Da aber Corona uns verleitet zu glauben, dass wir alle ein wenig gleicher sind als vorher, fällt es plötzlich leicht, die Mauer zu Nachbarn, Kolleginnen und Vorgesetzten zu durchbrechen, zu sagen, wie es uns wirklich geht – über Sorgen zu sprechen, seine Sehnsüchte zu benennen: Man möchte nicht mehr das Leben der Anderen führen, sondern sein eigenes Leben; möchte nicht mehr in das Hamsterrad zurück, sondern Zeit haben für seine Familie und die Erfüllung seiner Wünsche. Es ist eine Zeit, in der die Betäubung der Moderne plötzlich nachlässt und der Mensch auf sich selbst zurückgeworfen wird.
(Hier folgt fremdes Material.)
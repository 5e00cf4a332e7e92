"use client";

import { useActionState } from "react";
import { EMPTY_FORM, type FormState } from "@/components/ratings/form-state";
import { Button } from "@/components/ui/button";
import { Notice } from "@/components/ui/notice";
import { saveBenchSetAction } from "../actions";

type Option = { id: string; label: string };

/** A bench's default instrument set: ticked instruments are copied onto each capture it uploads. */
export function BenchSetForm({ stationId, stationName, options, chosen }: { stationId: string; stationName: string; options: Option[]; chosen: string[] }) {
  const [state, action, pending] = useActionState<FormState, FormData>(saveBenchSetAction, EMPTY_FORM);
  return (
    <form action={action} aria-label={`Default instruments of ${stationName}`} className="space-y-3">
      {state.message ? <Notice kind={state.ok ? "done" : "problem"}>{state.message}</Notice> : null}
      <input type="hidden" name="stationId" value={stationId} />
      <fieldset>
        <legend className="font-semibold">{stationName}</legend>
        <div className="mt-2 grid gap-1 sm:grid-cols-2">
          {options.map((o) => (
            <label key={o.id} className="flex items-center gap-2 text-sm">
              <input type="checkbox" name="instrumentIds" value={o.id} defaultChecked={chosen.includes(o.id)} />
              {o.label}
            </label>
          ))}
        </div>
      </fieldset>
      <Button type="submit" disabled={pending}>{pending ? "Saving…" : "Save default set"}</Button>
    </form>
  );
}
Gewiss: Manche werden sich „nach Corona“ freuen, erneut in das Spiel der Selbstbetäubung einzusteigen, weil sie die Konfrontation mit sich selbst nicht ertragen. Aber denen, die verstehen, dass die alte Normalität ihnen Eigenzeit geraubt hat, fällt nun die Aufgabe zu, für eine Strukturänderung zu sorgen: Die wirklich radikale Aufgabe beginnt erst nach der Krise – weil alle Organisationen darauf angelegt sind, auf dem schnellsten Wege wieder zurück in ihre Pfadabhängigkeiten zu gelangen. Auch Hochschulen können sich dem nicht entziehen. Sie müssen die Fragen nach dem guten, eigenbestimmten Leben in Lehre und Forschung thematisieren – und daran arbeiten, die Gesellschaft dem Menschen wieder näherzubringen.